In order to determine the contribution of SmeVWX and SmeYZ to transient resistance to antibiotics, the respective inducer molecules of each efflux pump, sodium selenite and lincomycin, were chosen to measure bacterial growth in the presence of antibiotics. D457 and MBS704 (ΔsmeW) strains were grown in ofloxacin (2 μg/ml), sodium selenite (0.5 mM), or ofloxacin and sodium selenite in combination at the same concentrations. D457 and PBT100 (ΔsmeZ) strains were grown in the presence of amikacin (16 μg/ml), lincomycin (128 μg/ml), or amikacin and lincomycin in combination at the same concentrations.
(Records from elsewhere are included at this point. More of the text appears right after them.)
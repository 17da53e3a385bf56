import { readdirSync, readFileSync } from 'node:fs';
import { join } from 'node:path';
import { designInputSchema } from './designs';
import { fieldSentence, labelOf, wordIssue, wordMessage } from './field-labels';
import { releaseRequestSchema } from './growth';
import { moduleInputSchema } from './modules';

const issuesOf = (r: { success: boolean; error?: { issues: Parameters<typeof wordIssue>[0][] } }) => (r.error?.issues ?? []).map((i) => wordIssue(i));

describe('field labels in messages', () => {
  it('names a field by its label, its leg side included', () => {
    expect(labelOf('dueDate')).toBe('Due date');
    expect(labelOf('p.perCm3')).toBe('Doping n (p-type leg)');
    expect(labelOf('definition.minority.effectiveMass')).toBe('Minority effective mass');
    expect(labelOf('definition.effectiveMass')).toBe('Effective mass');
    expect(labelOf('definition.rows[3].seebeck')).toBeUndefined();
  });

  it('rewrites a leading key and keys inside the message, and an engine prefix', () => {
    expect(wordMessage('dueDate', 'dueDate must be a date like 2027-01-31')).toBe('Due date must be a date like 2027-01-31');
    expect(wordMessage('coldSide', 'coldSide must be below hotSide')).toBe('Cold-side target Tc must be below Hot-side temperature Th');
    expect(wordMessage('minPerCm3', 'bounds.minPerCm3: is below the lowest doping')).toBe('Lowest doping: is below the lowest doping');
    // A quoted value to type stays as written.
    expect(wordMessage('versus', 'versus must be "current" or "deltaT"')).toBe('versus must be "current" or "deltaT"');
    // Already in words: unchanged.
    expect(wordMessage('dueDate', 'Due date must be a date like 2027-01-31')).toBe('Due date must be a date like 2027-01-31');
  });

  it('words the schemas’ own messages and zod’s built-in ones by label', () => {
    const release = releaseRequestSchema.safeParse({ batch: '', dueDate: '31/01/2027', zones: 20, lossBudget: 'x' });
    expect(issuesOf(release)).toEqual(['Batch is required', 'Due date must be a date like 2027-01-31', 'Zones K must be 1–12', 'ΔT loss budget must be a number']);
    const module = moduleInputSchema.safeParse({ name: 'M', p: { kind: 'family', familyId: '00000000-0000-4000-8000-000000000001', perCm3: 2e25, lengthMm: 0, areaMm2: 1 }, n: { kind: 'run', runId: '00000000-0000-4000-8000-000000000002' }, hotSide: 50, deltaT: 30, colour: 'blue' });
    expect(issuesOf(module)).toEqual([
      'Doping n (p-type leg) must be at most 1e22 cm⁻³ (a value in m⁻³ is 10⁶ too large)',
      'Leg length L (p-type leg) must be greater than 0',
      'Hot-side temperature Th must be at least 100',
      'Unknown field “colour”',
    ]);
    const design = designInputSchema.safeParse({});
    for (const message of issuesOf(design)) expect(message).not.toMatch(/\b[a-z]+[A-Z]\w*\b|Invalid input|Too small/);
  });

  it('leaves no schema key at the start of any message the shared schemas write', () => {
    const dir = __dirname;
    const written = readdirSync(dir)
      .filter((f) => f.endsWith('.ts') && !f.endsWith('.test.ts'))
      .flatMap((f) => [...readFileSync(join(dir, f), 'utf8').matchAll(/error: '([a-z]\w*) ([^']*)'/g)].map((m) => ({ key: m[1], message: `${m[1]} ${m[2]}` })));
    expect(written.length).toBeGreaterThan(30);
    for (const { key, message } of written) {
      const worded = wordMessage(key, message);
      expect({ message, worded, keyLeft: worded.startsWith(`${key} `) && /[A-Z]/.test(key) }).toEqual({ message, worded, keyLeft: false });
    }
  });

  it('makes a sentence for a summary, keeping the path of a field without a label', () => {
    expect(fieldSentence('p.runId', 'no such run in this team')).toBe('Run (p-type leg): no such run in this team');
    expect(fieldSentence('dueDate', 'dueDate must be a date like 2027-01-31')).toBe('Due date must be a date like 2027-01-31');
    expect(fieldSentence('file', 'the file is empty')).toBe('The file is empty');
    expect(fieldSentence('definition.rows[3].seebeck', 'must have the same sign')).toBe('definition.rows[3].seebeck: must have the same sign');
    expect(fieldSentence('', 'the team is read-only')).toBe('The team is read-only');
  });
});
Ten-microliter volumes of overnight cultures of the three S. maltophilia strains were added to 140 μl of LB medium containing the different compounds to a final OD₆₀₀ of 0.01 in 96-well plates (Nunclon Delta Surface). Plates were incubated at 37°C for 20 h using a Tecan Spark 10M plate reader (Tecan), and growth (OD₆₀₀) was recorded every 10 min. Plates were shaken for 5 s before every measurement.